Cidadania: Regressar aos Fundamentos Essenciais

A recente decisão do Governo de rever a disciplina de Cidadania e Desenvolvimento representa uma enorme oportunidade para recentrar o ensino nos valores fundamentais que verdadeiramente preparam os jovens para a vida em sociedade. Esta revisão, que reduz os domínios obrigatórios de 17 para 8, sugere uma abordagem mais focada e menos dispersa. Um passo que merece reconhecimento.

Não acredito que haja alguém que não encare a educação para a cidadania como sendo um pilar fundamental de qualquer sistema educativo moderno, sendo ou não lecionada numa disciplina específica. Se tiverem definidos os temas que sejam consensuais, científicos e estruturais de uma sociedade moderna, é fundamental que seja apreendida na escola, pois com certeza poderá oferecer ferramentas essenciais aos alunos/estudantes. A compreensão do Estado de Direito, o funcionamento das instituições democráticas, os direitos e deveres fundamentais, e os princípios do desenvolvimento sustentável. Estes conhecimentos são indispensáveis para formar cidadãos informados, críticos e participativos.

Esta opinião é baseada na experiência de outros países europeus onde é possível verificar que uma educação cívica sólida correlaciona-se positivamente com maior participação democrática, maior coesão social e melhor compreensão dos direitos fundamentais. Em França, por exemplo, o ensino moral e cívico centra-se em valores republicanos consensuais, evitando divisões ideológicas desnecessárias.

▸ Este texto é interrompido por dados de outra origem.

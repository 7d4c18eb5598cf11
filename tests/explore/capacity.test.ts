import fc from 'fast-check';
import { describe, expect, it } from 'vitest';
import { capacityOf } from '../../src/explore/capacity.ts';
import { capacityCurve } from '../../src/explore/capacity-curve.ts';
import { judge } from '../../src/explore/judge.ts';
import { knobsOf } from '../../src/explore/knobs/knobs.ts';
import { ratiosOf } from '../../src/explore/ratios.ts';
import { scaleLoads } from '../../src/explore/scale.ts';
import { sectionWeight } from '../../src/timber/index.ts';
import type { Member } from '../../src/timber/member.ts';
import { memberOf } from '../support/session.ts';
import { anyPart } from './choice-members.ts';

const worstAt = (member: Member, factor: number) => judge(ratiosOf(scaleLoads(member, factor)));

describe('capacity', () => {
  it('of random members passes with the loads it says and fails with a hair more, by the check it names', () => {
    fc.assert(
      fc.property(anyPart, (part) => {
        const member = memberOf(part);
        const { factor, stops } = capacityOf(member);
        if (!Number.isFinite(factor)) {
          expect(worstAt(member, 1e3).passes).toBe(true);
          return;
        }
        const beyond = worstAt(member, factor * (1 + 1e-5) + 1e-12);
        expect(beyond.passes).toBe(false);
        if (factor > 0) {
          expect(worstAt(member, factor).passes).toBe(true);
          expect(beyond.governing).toBe(stops);
        }
      }),
      { numRuns: 60 },
    );
  });

  it('of a simple span in bending is that of w = 8 Fb S / l^2 less own weight', () => {
    // Statics of a uniform load: M = w l^2 / 8. DF-L No.2 2x12: Fb 900 psi, CF 1.0, dry, D+L (NDS Supplement Table 4A).
    const member = memberOf({ spans: ['16 ft'], bracing: 'continuous' });
    const { carries, stops, asked } = capacityOf(member);
    const modulus = (3 * 11.25 ** 2) / 6;
    const own = sectionWeight(member, member.section);
    expect(stops).toBe('bending');
    expect(carries).toBeCloseTo((8 * 900 * modulus) / 192 ** 2 - own, 3);
    // 52 psf on 6 ft: 312 plf.
    expect(asked * 12).toBeCloseTo(312, 6);
  });

  it('is nothing where own weight alone fails the member, and without end where nothing is applied', () => {
    expect(capacityOf(memberOf({ spans: ['90 ft'] })).factor).toBe(0);
    expect(capacityOf(memberOf({ area: {} }))).toMatchObject({
      factor: Number.POSITIVE_INFINITY,
      stops: null,
    });
  });

  it('counts loads that hold down what own weight alone would lift', () => {
    // Own weight on a 12 ft overhang lifts the far end of a 10 ft span; a load at mid-span holds it down.
    const member = memberOf({
      spans: ['10 ft'],
      overhangs: { right: '12 ft' },
      area: {},
      loads: [{ kind: 'dead', point: '900 lb', at: '5 ft' }],
    });
    expect(worstAt(member, 0).governing).toBe('uplift');
    expect(worstAt(member, 1).passes).toBe(true);
    const { factor } = capacityOf(member);
    expect(factor).toBeGreaterThan(1);
    expect(worstAt(member, factor).passes).toBe(true);
    expect(worstAt(member, factor * 1.001).passes).toBe(false);
  });

  it('is found from any guess to the same', () => {
    const member = memberOf({ spans: ['14 ft', '16 ft', '12 ft'], bracing: 'ends' });
    const { factor } = capacityOf(member);
    for (const near of [0.01, 0.7, 1.5, 40])
      expect(Math.abs(capacityOf(member, { near }).factor / factor - 1)).toBeLessThan(3e-6);
  });

  it('along a knob is that of the member at each of its values, to what can be drawn', () => {
    const member = memberOf({ spans: ['14 ft', '9 ft'] });
    const knob = knobsOf(member).find(({ key }) => key === 'spans.0')!.number!;
    const curve = capacityCurve(member, knob, 60, 300, 9);
    curve.forEach((each, at) => {
      const exact = capacityOf(knob.put(member, 60 + at * 30));
      expect(Math.abs(each!.factor - exact.factor)).toBeLessThanOrEqual(2e-3 * exact.factor);
      expect(each!.stops).toBe(exact.stops);
    });
  });
});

Como é sabido esta revisão deve-se ao facto de que nos últimos anos, assistimos a uma deriva preocupante na disciplina de Cidadania. Tentaram transformar esta disciplina num Cavalo de Troia para agendas particulares, não científicas, não consensuais socialmente, que dividem a sociedade em vez de a unir. A introdução de conteúdos, não só controversos, como ideológicos, relacionados com a identidade de género, acabou por gerar um clima de polarização que prejudica o ambiente escolar, perturbando alunos e professores. Porque a instrumentalização da disciplina manifesta-se de várias formas, desde a Imposição de narrativas específicas como a apresentação de teorias como factos científicos estabelecidos, quando na realidade permanecem objeto de intenso debate académico e social, seja através da ausência de pluralismo, com a crescente tendência para apresentar apenas uma perspetiva sobre questões complexas, negando aos estudantes a possibilidade de conhecer diferentes pontos de vista, seja através da Desvalorização do papel parental, com a tentativa de marginalização do direito fundamental dos pais de orientar a educação dos filhos em matérias sensíveis, conforme consagrado na Constituição e na Declaração Universal dos Direitos Humanos, como foi o caso da família Mesquita Guimarães.

Vamos ser sinceros, a educação sexual sempre teve lugar no currículo português, desde os tempos da Formação Pessoal e Social. Ninguém pretende, com esta revisão, deixar de abordar o tema da sexualidade, pois ninguém questiona a importância de abordar estas matérias de forma adequada à idade e baseada no conhecimento científico estabelecido. O único propósito deste Governo, e bem, foi questionar, e retirar do programa, os conceitos ideológicos que negam realidades biológicas básicas ou que promovem uma visão particular sobre questões ainda em debate na comunidade científica. A educação sexual continuará, como sempre foi, nos currículos das diferentes disciplinas, desde o estudo do meio no 1.º ciclo, passando pelas ciências e biologia no 2.º, 3.º e secundário.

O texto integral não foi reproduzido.